*** Input for this task ***

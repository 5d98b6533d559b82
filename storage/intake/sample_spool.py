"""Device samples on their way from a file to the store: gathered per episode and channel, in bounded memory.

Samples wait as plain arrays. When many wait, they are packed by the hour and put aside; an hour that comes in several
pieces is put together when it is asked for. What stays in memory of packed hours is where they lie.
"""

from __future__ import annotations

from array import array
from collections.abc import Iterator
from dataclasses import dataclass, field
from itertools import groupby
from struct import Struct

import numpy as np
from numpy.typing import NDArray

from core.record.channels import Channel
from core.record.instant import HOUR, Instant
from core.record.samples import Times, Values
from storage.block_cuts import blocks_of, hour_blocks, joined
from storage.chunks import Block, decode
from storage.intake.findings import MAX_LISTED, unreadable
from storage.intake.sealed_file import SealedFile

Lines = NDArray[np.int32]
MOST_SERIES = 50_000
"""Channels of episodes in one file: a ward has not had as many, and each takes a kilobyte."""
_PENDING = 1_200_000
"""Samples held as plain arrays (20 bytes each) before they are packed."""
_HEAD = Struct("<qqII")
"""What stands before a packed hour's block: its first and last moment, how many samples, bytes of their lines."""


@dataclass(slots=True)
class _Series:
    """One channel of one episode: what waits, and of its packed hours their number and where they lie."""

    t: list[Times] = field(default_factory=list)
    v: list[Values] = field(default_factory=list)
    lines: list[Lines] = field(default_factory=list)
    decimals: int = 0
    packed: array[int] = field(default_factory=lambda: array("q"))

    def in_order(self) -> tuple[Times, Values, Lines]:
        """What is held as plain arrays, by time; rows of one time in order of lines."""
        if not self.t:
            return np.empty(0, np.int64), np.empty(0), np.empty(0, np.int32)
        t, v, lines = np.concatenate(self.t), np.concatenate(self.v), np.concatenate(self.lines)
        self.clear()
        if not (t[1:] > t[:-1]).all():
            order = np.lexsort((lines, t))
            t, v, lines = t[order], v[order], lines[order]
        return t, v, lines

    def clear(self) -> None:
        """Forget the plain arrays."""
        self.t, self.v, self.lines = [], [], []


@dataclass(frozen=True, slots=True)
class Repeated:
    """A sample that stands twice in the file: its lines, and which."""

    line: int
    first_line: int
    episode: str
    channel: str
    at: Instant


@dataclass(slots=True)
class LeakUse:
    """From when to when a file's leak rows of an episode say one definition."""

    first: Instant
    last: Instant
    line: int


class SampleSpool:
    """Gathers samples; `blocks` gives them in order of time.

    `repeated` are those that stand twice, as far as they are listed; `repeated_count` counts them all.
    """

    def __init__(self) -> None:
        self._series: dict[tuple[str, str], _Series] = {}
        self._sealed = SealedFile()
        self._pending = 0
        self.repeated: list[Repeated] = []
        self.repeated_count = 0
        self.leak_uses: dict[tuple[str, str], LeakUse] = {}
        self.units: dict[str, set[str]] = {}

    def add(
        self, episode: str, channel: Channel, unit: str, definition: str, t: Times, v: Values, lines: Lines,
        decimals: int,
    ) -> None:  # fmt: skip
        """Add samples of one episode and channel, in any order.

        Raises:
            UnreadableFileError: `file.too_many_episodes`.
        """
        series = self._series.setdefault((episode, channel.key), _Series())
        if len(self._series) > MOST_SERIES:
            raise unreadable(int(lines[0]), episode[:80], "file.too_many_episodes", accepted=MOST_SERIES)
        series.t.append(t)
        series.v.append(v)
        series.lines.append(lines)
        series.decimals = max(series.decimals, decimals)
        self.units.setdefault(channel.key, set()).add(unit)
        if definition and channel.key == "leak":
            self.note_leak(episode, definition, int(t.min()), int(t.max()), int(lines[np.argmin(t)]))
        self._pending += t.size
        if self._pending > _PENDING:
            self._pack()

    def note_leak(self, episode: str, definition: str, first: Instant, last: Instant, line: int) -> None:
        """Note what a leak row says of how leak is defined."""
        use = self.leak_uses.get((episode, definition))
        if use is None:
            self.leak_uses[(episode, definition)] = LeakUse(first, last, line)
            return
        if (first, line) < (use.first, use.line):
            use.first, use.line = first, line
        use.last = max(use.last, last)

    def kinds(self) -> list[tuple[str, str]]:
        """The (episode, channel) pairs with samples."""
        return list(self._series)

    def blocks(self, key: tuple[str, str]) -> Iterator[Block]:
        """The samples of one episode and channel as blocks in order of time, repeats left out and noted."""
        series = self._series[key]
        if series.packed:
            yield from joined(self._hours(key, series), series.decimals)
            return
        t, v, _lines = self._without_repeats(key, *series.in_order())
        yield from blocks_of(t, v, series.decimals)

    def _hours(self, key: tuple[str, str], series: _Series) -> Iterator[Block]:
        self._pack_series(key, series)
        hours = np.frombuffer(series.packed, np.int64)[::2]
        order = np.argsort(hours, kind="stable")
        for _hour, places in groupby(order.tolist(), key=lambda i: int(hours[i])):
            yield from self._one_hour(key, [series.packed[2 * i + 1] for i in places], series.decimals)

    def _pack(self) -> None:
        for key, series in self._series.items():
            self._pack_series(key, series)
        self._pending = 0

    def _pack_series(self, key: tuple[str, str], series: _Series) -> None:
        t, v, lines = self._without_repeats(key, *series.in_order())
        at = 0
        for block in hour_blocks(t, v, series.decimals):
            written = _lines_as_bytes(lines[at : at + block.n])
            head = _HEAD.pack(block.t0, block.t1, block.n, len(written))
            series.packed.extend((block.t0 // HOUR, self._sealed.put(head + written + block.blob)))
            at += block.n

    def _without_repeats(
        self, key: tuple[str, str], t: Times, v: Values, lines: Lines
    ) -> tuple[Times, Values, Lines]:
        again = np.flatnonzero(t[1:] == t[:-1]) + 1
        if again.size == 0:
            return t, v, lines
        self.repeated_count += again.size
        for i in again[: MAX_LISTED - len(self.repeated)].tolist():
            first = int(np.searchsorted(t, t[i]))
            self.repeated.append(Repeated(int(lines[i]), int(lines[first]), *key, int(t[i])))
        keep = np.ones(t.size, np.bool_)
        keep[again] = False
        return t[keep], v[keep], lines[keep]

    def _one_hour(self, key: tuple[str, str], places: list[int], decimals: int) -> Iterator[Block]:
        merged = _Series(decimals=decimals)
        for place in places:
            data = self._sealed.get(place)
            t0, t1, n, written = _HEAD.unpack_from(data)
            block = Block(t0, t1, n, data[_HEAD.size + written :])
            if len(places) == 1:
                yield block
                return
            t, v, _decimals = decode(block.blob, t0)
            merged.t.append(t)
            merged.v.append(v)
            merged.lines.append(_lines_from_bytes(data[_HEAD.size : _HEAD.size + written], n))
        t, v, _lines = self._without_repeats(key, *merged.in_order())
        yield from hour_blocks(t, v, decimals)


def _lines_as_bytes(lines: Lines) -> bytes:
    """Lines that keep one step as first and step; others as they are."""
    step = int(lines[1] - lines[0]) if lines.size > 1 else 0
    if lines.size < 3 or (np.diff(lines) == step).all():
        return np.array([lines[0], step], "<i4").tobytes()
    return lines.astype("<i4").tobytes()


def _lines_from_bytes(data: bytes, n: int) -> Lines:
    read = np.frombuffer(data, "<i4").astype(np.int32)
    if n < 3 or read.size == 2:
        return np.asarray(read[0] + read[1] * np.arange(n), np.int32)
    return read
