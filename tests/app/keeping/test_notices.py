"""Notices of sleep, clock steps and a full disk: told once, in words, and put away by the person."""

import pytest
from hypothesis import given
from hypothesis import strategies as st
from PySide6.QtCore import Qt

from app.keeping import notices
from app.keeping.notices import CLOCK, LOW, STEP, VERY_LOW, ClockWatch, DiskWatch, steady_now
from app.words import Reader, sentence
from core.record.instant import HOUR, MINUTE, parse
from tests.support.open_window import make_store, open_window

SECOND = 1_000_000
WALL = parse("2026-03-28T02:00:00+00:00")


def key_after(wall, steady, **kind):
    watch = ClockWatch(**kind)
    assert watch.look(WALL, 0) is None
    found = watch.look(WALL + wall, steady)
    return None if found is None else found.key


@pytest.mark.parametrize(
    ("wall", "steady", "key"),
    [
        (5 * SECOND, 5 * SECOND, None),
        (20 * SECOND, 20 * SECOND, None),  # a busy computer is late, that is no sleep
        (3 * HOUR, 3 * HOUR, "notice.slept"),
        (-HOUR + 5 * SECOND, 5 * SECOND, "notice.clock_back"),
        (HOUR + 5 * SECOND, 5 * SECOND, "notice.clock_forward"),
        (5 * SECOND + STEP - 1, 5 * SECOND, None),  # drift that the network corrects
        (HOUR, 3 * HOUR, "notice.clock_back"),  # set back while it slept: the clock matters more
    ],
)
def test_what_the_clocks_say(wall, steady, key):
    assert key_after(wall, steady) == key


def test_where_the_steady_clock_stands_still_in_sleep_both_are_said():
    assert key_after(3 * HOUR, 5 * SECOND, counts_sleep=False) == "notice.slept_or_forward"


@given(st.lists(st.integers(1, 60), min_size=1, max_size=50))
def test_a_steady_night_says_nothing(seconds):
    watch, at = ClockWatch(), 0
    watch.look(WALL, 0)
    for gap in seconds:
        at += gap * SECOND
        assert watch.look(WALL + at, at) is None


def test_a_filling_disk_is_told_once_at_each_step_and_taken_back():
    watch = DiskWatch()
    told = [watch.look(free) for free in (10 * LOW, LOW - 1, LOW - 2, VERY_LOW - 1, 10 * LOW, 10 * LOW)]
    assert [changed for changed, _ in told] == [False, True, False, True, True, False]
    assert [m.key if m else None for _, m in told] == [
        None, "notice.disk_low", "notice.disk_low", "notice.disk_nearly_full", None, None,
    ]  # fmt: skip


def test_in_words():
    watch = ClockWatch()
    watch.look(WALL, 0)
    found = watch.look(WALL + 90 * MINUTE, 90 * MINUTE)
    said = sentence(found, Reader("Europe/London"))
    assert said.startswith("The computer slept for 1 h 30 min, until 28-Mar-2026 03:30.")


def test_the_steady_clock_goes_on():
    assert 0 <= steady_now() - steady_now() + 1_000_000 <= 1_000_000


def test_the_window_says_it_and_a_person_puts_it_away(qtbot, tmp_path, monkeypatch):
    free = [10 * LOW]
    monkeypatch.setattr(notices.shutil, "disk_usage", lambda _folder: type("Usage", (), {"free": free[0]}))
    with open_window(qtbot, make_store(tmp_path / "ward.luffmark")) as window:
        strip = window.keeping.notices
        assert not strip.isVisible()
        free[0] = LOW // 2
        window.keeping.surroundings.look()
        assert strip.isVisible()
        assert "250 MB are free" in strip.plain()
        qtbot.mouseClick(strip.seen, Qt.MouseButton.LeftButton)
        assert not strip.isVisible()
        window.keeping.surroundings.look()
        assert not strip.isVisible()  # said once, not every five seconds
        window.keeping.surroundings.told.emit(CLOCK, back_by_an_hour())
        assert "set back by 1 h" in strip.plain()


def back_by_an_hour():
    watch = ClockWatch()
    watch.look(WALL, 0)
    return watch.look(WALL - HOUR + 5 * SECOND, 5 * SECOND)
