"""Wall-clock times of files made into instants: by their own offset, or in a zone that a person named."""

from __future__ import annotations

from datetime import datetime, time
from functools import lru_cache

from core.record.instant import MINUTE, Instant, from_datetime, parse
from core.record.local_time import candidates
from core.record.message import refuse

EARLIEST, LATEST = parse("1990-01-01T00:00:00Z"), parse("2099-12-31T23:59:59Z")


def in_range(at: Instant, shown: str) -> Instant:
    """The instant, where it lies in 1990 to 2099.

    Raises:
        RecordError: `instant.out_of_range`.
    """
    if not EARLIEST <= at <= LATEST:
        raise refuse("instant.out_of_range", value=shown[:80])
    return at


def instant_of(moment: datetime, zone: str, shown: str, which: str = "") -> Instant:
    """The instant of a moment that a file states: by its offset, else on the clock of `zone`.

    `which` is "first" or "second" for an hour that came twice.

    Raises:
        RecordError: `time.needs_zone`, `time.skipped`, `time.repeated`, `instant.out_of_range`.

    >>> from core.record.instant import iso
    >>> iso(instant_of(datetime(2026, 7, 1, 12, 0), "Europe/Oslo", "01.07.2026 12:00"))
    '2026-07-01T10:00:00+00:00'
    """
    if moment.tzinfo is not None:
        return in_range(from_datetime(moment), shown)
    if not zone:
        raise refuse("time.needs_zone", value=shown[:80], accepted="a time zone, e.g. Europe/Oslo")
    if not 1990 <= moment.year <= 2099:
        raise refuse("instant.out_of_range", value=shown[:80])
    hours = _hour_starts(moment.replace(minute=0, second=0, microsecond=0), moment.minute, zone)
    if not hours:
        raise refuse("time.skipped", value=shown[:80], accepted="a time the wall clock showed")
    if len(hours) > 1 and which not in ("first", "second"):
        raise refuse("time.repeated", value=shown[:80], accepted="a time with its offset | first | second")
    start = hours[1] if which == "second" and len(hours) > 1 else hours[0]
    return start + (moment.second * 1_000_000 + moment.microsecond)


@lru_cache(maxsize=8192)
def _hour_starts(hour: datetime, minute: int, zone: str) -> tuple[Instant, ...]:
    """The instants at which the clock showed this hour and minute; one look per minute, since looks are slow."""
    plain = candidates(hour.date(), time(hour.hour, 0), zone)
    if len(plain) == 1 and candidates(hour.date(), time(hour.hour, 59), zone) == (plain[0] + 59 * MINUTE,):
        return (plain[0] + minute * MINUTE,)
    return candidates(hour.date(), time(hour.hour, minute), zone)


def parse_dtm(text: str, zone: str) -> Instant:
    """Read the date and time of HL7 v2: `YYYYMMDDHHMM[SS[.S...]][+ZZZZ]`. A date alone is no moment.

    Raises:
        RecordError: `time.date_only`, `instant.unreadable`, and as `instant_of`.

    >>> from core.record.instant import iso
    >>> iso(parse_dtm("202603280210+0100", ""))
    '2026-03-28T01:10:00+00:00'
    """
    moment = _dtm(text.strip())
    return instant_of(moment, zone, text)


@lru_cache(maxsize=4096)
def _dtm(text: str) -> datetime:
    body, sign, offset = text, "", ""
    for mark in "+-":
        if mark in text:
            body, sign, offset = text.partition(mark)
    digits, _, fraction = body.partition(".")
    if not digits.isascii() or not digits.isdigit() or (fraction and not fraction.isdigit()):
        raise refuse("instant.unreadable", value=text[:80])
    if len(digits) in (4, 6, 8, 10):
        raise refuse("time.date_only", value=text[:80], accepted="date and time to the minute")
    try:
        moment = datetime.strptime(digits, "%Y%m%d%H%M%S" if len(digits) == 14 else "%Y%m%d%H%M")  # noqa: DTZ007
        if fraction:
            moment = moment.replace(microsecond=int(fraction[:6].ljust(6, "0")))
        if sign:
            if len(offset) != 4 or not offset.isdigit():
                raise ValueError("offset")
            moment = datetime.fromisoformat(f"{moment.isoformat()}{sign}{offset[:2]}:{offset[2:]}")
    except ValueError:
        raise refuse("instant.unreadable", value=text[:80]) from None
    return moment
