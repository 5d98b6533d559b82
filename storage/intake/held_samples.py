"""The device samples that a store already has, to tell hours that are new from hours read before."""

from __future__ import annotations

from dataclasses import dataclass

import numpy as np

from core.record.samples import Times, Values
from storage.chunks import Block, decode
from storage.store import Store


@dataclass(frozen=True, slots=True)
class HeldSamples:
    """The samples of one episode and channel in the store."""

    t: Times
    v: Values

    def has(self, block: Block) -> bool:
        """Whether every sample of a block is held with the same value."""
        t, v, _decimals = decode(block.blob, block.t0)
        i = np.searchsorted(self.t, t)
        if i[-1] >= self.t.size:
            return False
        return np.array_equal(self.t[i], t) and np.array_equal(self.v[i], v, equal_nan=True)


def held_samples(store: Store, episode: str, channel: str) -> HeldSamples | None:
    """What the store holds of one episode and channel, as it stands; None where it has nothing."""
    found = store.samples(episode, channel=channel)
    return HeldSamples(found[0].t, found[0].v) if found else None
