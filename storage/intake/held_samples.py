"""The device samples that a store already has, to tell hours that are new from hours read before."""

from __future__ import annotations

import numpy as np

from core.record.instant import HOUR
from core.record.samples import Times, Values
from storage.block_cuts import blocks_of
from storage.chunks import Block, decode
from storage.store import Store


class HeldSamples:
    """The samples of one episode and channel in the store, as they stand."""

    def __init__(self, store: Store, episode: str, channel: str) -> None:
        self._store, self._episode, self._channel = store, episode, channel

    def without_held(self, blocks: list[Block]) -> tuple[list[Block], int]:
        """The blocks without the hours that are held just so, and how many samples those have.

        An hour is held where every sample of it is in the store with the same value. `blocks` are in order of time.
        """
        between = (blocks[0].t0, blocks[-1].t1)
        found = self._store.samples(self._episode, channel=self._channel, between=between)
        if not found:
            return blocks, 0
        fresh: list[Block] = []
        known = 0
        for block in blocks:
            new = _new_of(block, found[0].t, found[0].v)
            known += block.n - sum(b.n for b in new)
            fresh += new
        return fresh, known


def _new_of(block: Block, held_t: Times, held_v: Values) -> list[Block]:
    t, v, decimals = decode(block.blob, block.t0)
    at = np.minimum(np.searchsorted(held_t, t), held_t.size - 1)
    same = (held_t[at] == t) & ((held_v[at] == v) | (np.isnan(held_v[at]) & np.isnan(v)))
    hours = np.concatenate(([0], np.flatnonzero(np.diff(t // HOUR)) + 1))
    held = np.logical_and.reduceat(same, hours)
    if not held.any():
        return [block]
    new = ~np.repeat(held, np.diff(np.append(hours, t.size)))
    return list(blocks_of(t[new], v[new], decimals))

*** End of Input for this task ***

Would you copy, unchanged, the stretch of the records above that begins at the line containing "if moment.tzinfo is" and ends at the line containing "def _hour_starts(hour: datetime, minute: int, zone: str)", and only that?

* Answer area
    if moment.tzinfo is not None:
        return in_range(from_datetime(moment), shown)
    if not zone:
        raise refuse("time.needs_zone", value=shown[:80], accepted="a time zone, e.g. Europe/Oslo")
    if not 1990 <= moment.year <= 2099:
        raise refuse("instant.out_of_range", value=shown[:80])
    hours = _hour_starts(moment.replace(minute=0, second=0, microsecond=0), moment.minute, zone)
    if not hours:
        raise refuse("time.skipped", value=shown[:80], accepted="a time the wall clock showed")
    if len(hours) > 1 and which not in ("first", "second"):
        raise refuse("time.repeated", value=shown[:80], accepted="a time with its offset | first | second")
    start = hours[1] if which == "second" and len(hours) > 1 else hours[0]
    return start + (moment.second * 1_000_000 + moment.microsecond)


@lru_cache(maxsize=8192)
def _hour_starts(hour: datetime, minute: int, zone: str) -> tuple[Instant, ...]:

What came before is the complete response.